La mayoría de las mujeres experimentan sentimientos de ansiedad, incertidumbre, miedo o depresión. Después, más allá del diagnóstico, está la esperanza a recobrar su salud. La mujer busca soluciones, alivio a su malestar y espera ser escuchada, comprendida y orientada. Por lo que obtener información de un profesional confiable le es de mucha ayuda tanto para asimilar el diagnóstico y  para comprender  los tratamientos.

Cuando la mujer va a ser sometida a una cirugía de extirpación de  mamas o mastectomía, sufre una doble crisis: por un lado la exposición a un riesgo quirúrgico que puede aumentar sus posibilidades de recobrar la salud, por otro lado, la privación de un órgano, el seno. Ayudarles a gestionar las diferentes emociones que surgen en estas situaciones como: rabia, tristeza, ansiedad, depresión, desesperanza, permiten elaborar ese duelo.
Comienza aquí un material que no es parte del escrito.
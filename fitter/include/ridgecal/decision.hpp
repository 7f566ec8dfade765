// ridgecal: judging errors against a tolerance, and the decision rule.
//
// Rules (see docs/decision-and-uncertainty.md):
//  * simple acceptance (`simple`, the default): a point conforms when
//    |error| <= limit(reference);
//  * guarded acceptance (`guarded`): the acceptance limit is shrunk by the
//    expanded uncertainty U at that point, |error| <= limit - U; where
//    limit - U <= 0 no point can conform.
// A point exactly on the acceptance limit conforms. A set passes when all of
// its points conform; the verdict is PASS when every set that counts for the
// decision passes, unless the adequacy check (AdequacyCheck below) finds the
// test error far beyond what the budget allows: the verdict is then
// UNDECIDED (not accepted, exit 1) with the reason in the statement, unless the
// user overrides it explicitly (recorded).
#pragma once

#include <cstddef>
#include <nlohmann/json.hpp>
#include <string>
#include <vector>

#include "ridgecal/tolerance.hpp"

namespace ridgecal {

enum class DecisionRule { SimpleAcceptance, GuardedAcceptance };
std::string to_string(DecisionRule r);                         ///< `simple`, `guarded`
DecisionRule decision_rule_from_string(const std::string& s);  ///< throws std::invalid_argument

/// UNDECIDED: every counted point conforms, but the adequacy check found the
/// test error far beyond the budget, so no PASS is given (see AdequacyCheck).
enum class Verdict { Pass, Fail, Undecided };
std::string to_string(Verdict v);                   ///< `PASS`, `FAIL`, `UNDECIDED`
Verdict verdict_from_string(const std::string& s);  ///< the names above (case-insensitive);
                                                    ///< throws std::invalid_argument

/// One error to judge.
struct PointToJudge {
  std::size_t line = 0;  ///< line in the data file
  std::string set;       ///< e.g. `training`, `validation`, `test`, `as-found`
  double reference = 0.0;
  double error = 0.0;        ///< calibrated value - reference
  double uncertainty = 0.0;  ///< expanded uncertainty U at this point (used by the guarded rule)
};

struct PointJudgement {
  std::size_t line = 0;
  std::string set;
  double reference = 0.0;
  double error = 0.0;
  double limit = 0.0;             ///< tolerance at this reference
  double guard = 0.0;             ///< subtracted from the limit (0 under simple acceptance)
  double acceptance_limit = 0.0;  ///< max(limit - guard, 0)
  bool pass = false;
};

struct SetJudgement {
  std::string name;
  std::size_t n = 0;
  std::size_t failed = 0;
  double max_abs_error = 0.0;
  double worst_ratio = 0.0;  ///< max |error| / limit (1 = on the tolerance)
  bool counts = true;        ///< counts for the overall verdict
  Verdict verdict = Verdict::Pass;
};

/// Is the test error far beyond what the uncertainty budget allows? The
/// ratio R = sqrt(mean e_i^2 / mean u0(x_i)^2) over the test points, e_i the
/// error and u0 the combined standard uncertainty without the
/// model-inadequacy term (what the fit's own scatter and the stated inputs
/// allow). R > limit is "far" (limit from a false-alarm rate measured by
/// Monte Carlo, docs/decision-and-uncertainty.md).
struct AdequacyCheck {
  bool computed = false;  ///< false: no test points, or the check is off (limit 0)
  std::size_t test_points = 0;
  double ratio = 0.0;            ///< R
  double ratio_with_term = 0.0;  ///< the same against the full combined uncertainty
  double limit = 0.0;            ///< R above this is far
  bool far = false;              ///< computed and ratio > limit
  bool overridden = false;       ///< far, and the user accepted the model explicitly
};

struct Decision {
  DecisionRule rule = DecisionRule::SimpleAcceptance;
  Verdict verdict = Verdict::Pass;
  std::string statement;  ///< the rule and the outcome in one or two sentences
  std::vector<SetJudgement> sets;
  std::vector<PointJudgement> points;

  AdequacyCheck adequacy;
  bool pass() const { return verdict == Verdict::Pass; }
  /// A few lines for a terminal: verdict, rule, one line per set, and the
  /// first 10 points that do not conform.
  std::string brief() const;
  /// brief() plus the statement and every point that does not conform.
  std::string full() const;
};

/// Judges every point; sets appear in order of first appearance. A set named
/// in `informative_sets` is judged and reported but does not count for the
/// verdict. No points gives PASS with a statement saying nothing was judged.
/// Precondition: tolerance.validate() is empty.
Decision judge(const std::vector<PointToJudge>& points, const ToleranceSpec& tolerance,
               DecisionRule rule, const std::vector<std::string>& informative_sets = {});

/// Applies the adequacy check to a judged decision: records it, and when it
/// is far turns a PASS into UNDECIDED (or, with `override_far`, keeps the PASS
/// and says so in the statement). A FAIL stays FAIL.
void apply_adequacy_check(Decision& d, AdequacyCheck check, bool override_far);

nlohmann::json to_json(const Decision& d);
Decision decision_from_json(const nlohmann::json& j,
                            const std::string& file);  ///< throws InputError

}  // namespace ridgecal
Algunas mujeres después de una mastectomía, reciben otros tratamientos como la  terapia hormonal para ayudar a reducir el riesgo de que el cáncer regrese. Otras mujeres necesitan quimioterapia o terapia dirigida después de la cirugía. De ser así, la radioterapia y/o la terapia hormonal por lo general se retrasan hasta que finaliza el tratamiento con quimioterapia.

Para una mujer, adaptarse a vivir con cáncer de mama exige tiempo, paciencia, una red de apoyo, mucha información confiable  e interés personal en  participar de su propio proceso de  enfermedad –recuperación.